The QOTD, on the cause of overweight:

“[T]here are two possibilities that could explain why the children of fat parents are fat: it could be that the children inherit a genetic tendency to be fat, or it could be that the parents encouraged bad eating habits and an abhorrence of exercise… [To explore this question,] Stunkard wanted to study adoptees- a classic method of deciding the relative contributions of genes and environment to human trains… The study included 540 adults whose average age was forty. They had been adopted when they were very young – 55 percent had been adopted in the first month of life, and 90 percent were adopted in the first year of life – and reared apart from their biological parents… The results, published in 1986, were unequivocal. The adoptees were of the same fatness as their biological parents, and their fatness had no relation to how fat their adoptive parents were… It did not matter what the children’s adoptive parents fed them; it did not matter whether they set a good or a bad example with their diets and exercise habits. The fatness or thinness of children when they grew up had nothing to do with their adoptive parents. It had everything to do with the fatness or thinness of their biological parents, even though the children may have had no contact with their biological parents and may not even have known them…
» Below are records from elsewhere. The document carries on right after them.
impl<'a> Search<'a> {
    pub(super) fn new(
        prepared: &'a Prepared,
        watch: &'a mut dyn FnMut(usize) -> ControlFlow<()>,
    ) -> Search<'a> {
        Search {
            prepared,
            watch,
            seen: BTreeSet::new(),
            n_found: 0,
        }
    }

    /// Calls `visit` for every maximal cell, once.
    pub(super) fn maximal_cells(
        &mut self,
        visit: &mut dyn FnMut(&Cell, Attaining) -> ControlFlow<Ending>,
    ) -> Ending {
        self.consistent_cells(&mut |search, cell, attaining| {
            if !search.is_maximal(&attaining)? {
                return ControlFlow::Continue(());
            }
            search.n_found += 1;
            visit(cell, attaining)
        })
    }

    /// Calls `visit` for consistent cells, each once, every maximal one among them.
    pub(super) fn consistent_cells(&mut self, visit: &mut Visit) -> Ending {
        let Some(cell) = self.prepared.start() else {
            return Ending::Complete;
        };
        let contests = &self.prepared.contests;
        let node = Node {
            cell,
            terms: contests
                .iter()
                .map(|contest| (0..contest.rows.len()).collect())
                .collect(),
            open: (0..contests.len()).collect(),
        };
        match self.explore(node, visit) {
            ControlFlow::Continue(()) => Ending::Complete,
            ControlFlow::Break(ending) => ending,
        }
    }

    fn explore(&mut self, mut node: Node, visit: &mut Visit) -> ControlFlow<Ending> {
        if (self.watch)(self.n_found).is_break() {
            return ControlFlow::Break(Ending::Stopped);
        }
        if self.seen.len() > limits::CELLS || node.cell.rays.len() > limits::CELL_RAYS {
            return ControlFlow::Break(Ending::TooLarge);
        }
        let prepared = self.prepared;
        let attaining = prepared.attaining(&node);
        if !self.seen.insert(attaining.clone()) {
            return ControlFlow::Continue(());
        }
        let mut fewest: Option<(usize, Vec<Vec<usize>>)> = None;
        for &index in &node.open {
            let contest = &prepared.contests[index];
            contest.strike_out(&node.cell, &mut node.terms[index]);
            let ways = contest.ways(&node.terms[index]);
            if fewest
                .as_ref()
                .is_none_or(|(_, fewest)| ways.len() < fewest.len())
            {
                fewest = Some((index, ways));
            }
        }
        let Some((index, ways)) = fewest else {
            return visit(self, &node.cell, attaining);
        };
        node.open.retain(|&other| other != index);
        for cell in prepared.contests[index].parts(&node.cell, &node.terms[index], &ways) {
            let child = Node {
                cell,
                terms: node.terms.clone(),
                open: node.open.clone(),
            };
            self.explore(child, visit)?;
        }
        ControlFlow::Continue(())
    }

    /// Whether no consistent cell has this one on its border. Such a cell would show
    /// near every point of this one: as one with fewer attaining terms in the system of
    /// these terms alone.
    fn is_maximal(&mut self, attaining: &Attaining) -> ControlFlow<Ending, bool> {
        if self.prepared.is_least(attaining) {
            return ControlFlow::Continue(true);
        }
        let around = self.prepared.around(attaining);
        let all: Attaining = attaining
            .iter()
            .map(|terms| (0..terms.len()).collect())
            .collect();
        let n_found = self.n_found;
        let watch = &mut *self.watch;
        let mut found_larger = false;
        let ending =
            Search::new(&around, &mut |_| watch(n_found)).consistent_cells(&mut |_, _, near| {
                found_larger = near != all;
                match found_larger {
                    true => ControlFlow::Break(Ending::Complete),
                    false => ControlFlow::Continue(()),
                }
            });
        match ending {
            Ending::Complete => ControlFlow::Continue(!found_larger),
            Ending::Stopped | Ending::TooLarge => ControlFlow::Break(ending),
        }
    }
}

impl Prepared {
    /// The attaining terms all over the relative interior of a cell.
    fn attaining(&self, node: &Node) -> Attaining {
        let point = node.cell.inner_point();
        let numbered = self.contests.iter().zip(&node.terms).enumerate();
        let mut attaining: Attaining = numbered
            .map(
                |(index, (contest, terms))| match node.open.contains(&index) {
                    true => Vec::new(),
                    false => contest.largest(terms, &point),
                },
            )
            .collect();
        let tight = |&bound: &usize| dot(&self.bounds[bound], &point).is_zero();
        attaining.push((0..self.bounds.len()).filter(tight).collect());
        attaining
    }
}

impl Contest {
    /// Those of the terms that are the largest at a point.
    fn largest(&self, terms: &[usize], point: &[Whole]) -> Vec<usize> {
        let sizes: Vec<Whole> = terms
            .iter()
            .map(|&term| dot(&self.rows[term], point))
            .collect();
        let largest = sizes.iter().max();
        let attains = |(_, size): &(&usize, &Whole)| Some(*size) == largest;
        terms
            .iter()
            .zip(&sizes)
            .filter(attains)
            .map(|(&term, _)| term)
            .collect()
    }

    /// Takes out the terms that are smaller than another one all over the cell.
    fn strike_out(&self, cell: &Cell, terms: &mut Vec<usize>) {
        let sizes: Vec<Vec<Whole>> = (terms.iter())
            .map(|&term| {
                let row = &self.rows[term];
                let lines = cell.lines.iter().map(|line| dot(row, line));
                lines
                    .chain(cell.rays.iter().map(|ray| dot(row, &ray.at)))
                    .collect()
            })
            .collect();
        let n_lines = cell.lines.len();
        let below = |small: &[Whole], large: &[Whole]| {
            small[..n_lines] == large[..n_lines]
                && (cell
                    .rays
                    .iter()
                    .zip(small[n_lines..].iter().zip(&large[n_lines..])))
                .all(|(ray, (small, large))| small < large || !ray.is_corner() && small == large)
        };
        let mut index = 0;
        terms.retain(|_| {
            let small = &sizes[index];
            index += 1;
            !sizes.iter().any(|large| below(small, large))
        });
    }

    /// The part of the cell for each way to balance, the ones within others left out.
    fn parts(&self, cell: &Cell, terms: &[usize], ways: &[Vec<usize>]) -> Vec<Cell> {
        let mut parts: Vec<(Vec<usize>, Cell)> = Vec::new();
        for way in ways {
            let Some(part) = self.part(cell, terms, way) else {
                continue;
            };
            let attaining = self.largest(terms, &part.inner_point());
            let within =
                |(other, _): &(Vec<usize>, Cell)| other.iter().all(|t| attaining.contains(t));
            if parts.iter().any(within) {
                continue;
            }
            parts.retain(|(other, _)| !attaining.iter().all(|t| other.contains(t)));
            parts.push((attaining, part));
        }
        parts.into_iter().map(|(_, part)| part).collect()
    }

    /// Where the terms of `way` are equal and none of `terms` is larger.
    fn part(&self, cell: &Cell, terms: &[usize], way: &[usize]) -> Option<Cell> {
        let (&first, equals) = way.split_first()?;
        let others = terms.iter().filter(|term| !way.contains(term));
        let conditions = (equals.iter().map(|term| (term, Compare::Equal)))
            .chain(others.map(|term| (term, Compare::AtLeast)));
        let mut part: Option<Cell> = None;
        for (&term, compare) in conditions {
            let row: Vec<Whole> = (self.rows[first].iter().zip(&self.rows[term]))
                .map(|(a, b)| a.minus(b))
                .collect();
            match part.as_ref().unwrap_or(cell).narrowed(&row, compare) {
                Narrowed::Same => {}
                Narrowed::Empty => return None,
                Narrowed::Part(narrower) => part = Some(narrower),
            }
        }
        Some(part.unwrap_or_else(|| cell.clone()))
    }
}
A few years later, Stunkard conducted another study, using another classic method of geneticists – investigating twins… In a paper published in 1990 in the New England Journal of Medicine, Stunkard and his colleagues reported that the identical twins had nearly identical body mass indexes, whether they had been reared apart or together… The researchers conclude in their paper that 70 percent of the variation in people’s weights may be accounted for by inheritance, which means that a tendency toward a certain weight is more strongly inherited than nearly any other tendency, including those that favor the development of mental illness, breast cancer, or heart disease…

The results do not mean that people are completely helpless to control their weight… But they do mean that those who tend to be fat will have to constantly battle their genetic inheritance if they want to reach and maintain a lower weight.”

- Gina Kolata, Rethinking Thin, pg. 121-24.